Collected data entries

────

fn read_typed<T: Scalar + h5::Stored>(
    file: &Path,
    f: &hdf5::File,
    info: &ObservableInfo,
    order: Option<&[usize]>,
    read: impl Fn(&hdf5::Dataset) -> Result<Vec<T>>,
) -> Result<OpData<T>> {
    let path = info.path.as_str();
    match info.form {
        OperatorForm::Diagonal => {
            let v = read(&open(file, f, path)?)?;
            if let Some((i, x)) = v.iter().enumerate().find(|(_, x)| x.imag_abs() > 0.0) {
                let max = v.iter().map(|x| x.abs()).fold(0.0, f64::max);
                if x.imag_abs() > HERMITIAN_TOL * max.max(f64::MIN_POSITIVE) {
                    return Err(Error::dataset(
                        file,
                        path,
                        format!("not Hermitian: diagonal entry {i} = {x} is not real"),
                    ));
                }
            }
            Ok(OpData::Diagonal(v))
        }
        OperatorForm::Dense | OperatorForm::EnergyBasis => {
            let m = match order {
                Some(o) if info.form == OperatorForm::EnergyBasis => {
                    let v = read(&open(file, f, path)?)?;
                    let c = info.shape[1];
                    // a column-major file holds Aᵀ = conj(A): conjugate back
                    let at = |k: usize| if info.column_major { v[k].conj() } else { v[k] };
                    let m = Mat::from_fn(info.shape[0], c, |a, b| at(o[a] * c + o[b]));
                    check_hermitian_dense(file, path, &m)?;
                    m
                }
                _ => {
                    // The C-order dataset read as its transpose is Aᵀ = conj(A) for a
                    // Hermitian A: check that (equivalent to checking A), then conjugate.
                    let mut m = h5::read_transposed::<T>(
                        file,
                        path,
                        &open(file, f, path)?,
                        h5::SLAB_BYTES,
                        T::finite,
                    )?;
                    check_hermitian_dense(file, path, &m)?;
                    // a column-major file (MATLAB) holds Aᵀ, whose transpose is A itself
                    if T::IS_COMPLEX && !info.column_major {
                        use rayon::prelude::*;
                        m.as_mut().par_col_chunks_mut(64).for_each(|mut cols| {
                            for j in 0..cols.ncols() {
                                for i in 0..cols.nrows() {
                                    cols[(i, j)] = cols[(i, j)].conj();
                                }
                            }
                        });
                    }
                    m
                }
            };
            if info.form == OperatorForm::Dense {
                Ok(OpData::Dense(m))
            } else {
                Ok(OpData::EnergyBasis(m))
            }
        }
        OperatorForm::Csr => {
            let dpath = join(path, "data");
            let mut data = read(&open(file, f, &dpath)?)?;
            // MATLAB's compressed columns of A are the compressed rows of Aᵀ = conj(A)
            let (indices_name, indptr_name) = if info.column_major {
                data.iter_mut().for_each(|x| *x = x.conj());
                ("ir", "jc")
            } else {
                ("indices", "indptr")
            };
            let ipath = join(path, indices_name);
            let indices = h5::read_indices(file, &ipath, &open(file, f, &ipath)?)?;
            let ppath = join(path, indptr_name);
            let indptr = h5::read_indices(file, &ppath, &open(file, f, &ppath)?)?;
            let csr = Csr {
                nrows: info.shape[0],
                ncols: info.shape[1],
                indptr,
                indices,
                data,
            };
            check_csr(file, path, &csr)?;
            check_hermitian_csr(file, path, &csr)?;
            Ok(OpData::Csr(csr))
        }
    }
}
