/// Bytes of eigenvector columns per panel of the kept-state matrices (16 MiB): the panel
/// width is `KEPT_PANEL_BYTES / (dim·s)`, at least [`MIN_PANEL`] states. The panel width is
/// the inner dimension of the time trace's products and the column count of the products
/// here; faer's rate grows with it up to a few hundred columns (measured on this project's
/// 2-core bench machine: `aᵀb` with 3432 rows at 82 GFLOP/s for 152 columns, 104 GFLOP/s for
/// 512), so the panels of a 3432-state real sector are 611 states wide.
pub const KEPT_PANEL_BYTES: usize = 16 << 20;

/// Narrowest panel of the kept-state matrices (unless `budget.block` sets one).
pub const MIN_PANEL: usize = 32;

/// How the kept-state matrices of the operators acting on eigenvectors were formed (see
/// the module doc).
#[derive(Debug, Clone, Copy, PartialEq, Eq, Serialize)]
#[serde(rename_all = "snake_case")]
pub enum KeptPath {
    /// From the blocks the state pass kept (the eigenvectors were read once).
    Resident,
    /// From the kept columns gathered by a second pass.
    Gathered,
    /// From the block pairs of the enclosing range.
    Pairs,
    /// Every operator is stored in the energy basis (sliced).
    EnergyBasis,
}

/// What the state pass found: the coefficients, the diagonal elements, and the blocks it
/// kept for [`kept_matrices`] (when the budget allowed).
#[derive(Debug)]
pub struct StatePass {
    /// `cₙ = vₙᴴ ψ` for all states.
    pub coefficients: Vec<c64>,
    /// `Aₙₙ` of all states, one vector per operator, in the order of the operators.
    pub diagonals: Vec<Vec<f64>>,
    /// `Vᴴ S` (`[n, q]`) for the probe columns `S` given to [`state_pass`] (`q = 0`
    /// without them).
    pub probe_overlaps: Mat<c64>,
    resident: Vec<(Range<usize>, Matrix)>,
}

impl StatePass {
    /// True when the pass kept the eigenvectors for [`kept_matrices`].
    pub fn kept_eigenvectors(&self) -> bool {
        !self.resident.is_empty()
    }
}

/// The kept-state matrices of a sector's operators.
#[derive(Debug, Clone)]
pub struct Kept {
    /// `A_KK` of each operator, in the order of the operators.
    pub matrices: Vec<HermitianPanels>,
    /// How the matrices of the operators acting on eigenvectors were formed.
    pub path: KeptPath,
}

impl Kept {
    /// Bytes held by the matrices.
    pub fn bytes(&self) -> usize {
        self.matrices.iter().map(|m| m.storage_bytes()).sum()
    }
}

fn is_energy(op: &Operator) -> bool {
    op.form() == crate::data::OperatorForm::EnergyBasis
}

/// Element type of the eigenvector passes: complex when the eigenvectors or an operator
/// acting on them are.
fn pass_field(src: &dyn ColumnSource, ops: &[&Operator]) -> Field {
    let complex = src.field() == Field::Complex
        || ops
            .iter()
            .any(|o| !is_energy(o) && o.field() == Field::Complex);
    if complex {
        Field::Complex
    } else {
        Field::Real
    }
}

/// Panel width for eigenvectors of dimension `dim` and element size `elem`.
fn panel_width(dim: usize, elem: usize, budget: &Budget) -> usize {
    match budget.block {
        Some(b) => b.max(1),
        None => (KEPT_PANEL_BYTES / (dim.max(1) * elem)).max(MIN_PANEL),
    }
}

/// Bytes of one kept-state matrix of `k` states in panels of width `w`.
fn matrix_bytes(k: usize, w: usize, field: Field) -> f64 {
    HermitianPanels::bytes(k, w, field)
}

────

§ YOUR INSTRUCTIONS
Each line from the one containing "each operator, in the order of the operators." to the final line of the entries above must be returned exactly, and no other line may appear.

§ WRITTEN RESPONSE
    /// `A_KK` of each operator, in the order of the operators.
    pub matrices: Vec<HermitianPanels>,
    /// How the matrices of the operators acting on eigenvectors were formed.
    pub path: KeptPath,
}

impl Kept {
    /// Bytes held by the matrices.
    pub fn bytes(&self) -> usize {
        self.matrices.iter().map(|m| m.storage_bytes()).sum()
    }
}

fn is_energy(op: &Operator) -> bool {
    op.form() == crate::data::OperatorForm::EnergyBasis
}

/// Element type of the eigenvector passes: complex when the eigenvectors or an operator
/// acting on them are.
fn pass_field(src: &dyn ColumnSource, ops: &[&Operator]) -> Field {
    let complex = src.field() == Field::Complex
        || ops
            .iter()
            .any(|o| !is_energy(o) && o.field() == Field::Complex);
    if complex {
        Field::Complex
    } else {
        Field::Real
    }
}

/// Panel width for eigenvectors of dimension `dim` and element size `elem`.
fn panel_width(dim: usize, elem: usize, budget: &Budget) -> usize {
    match budget.block {
        Some(b) => b.max(1),
        None => (KEPT_PANEL_BYTES / (dim.max(1) * elem)).max(MIN_PANEL),
    }
}

/// Bytes of one kept-state matrix of `k` states in panels of width `w`.
fn matrix_bytes(k: usize, w: usize, field: Field) -> f64 {
    HermitianPanels::bytes(k, w, field)
}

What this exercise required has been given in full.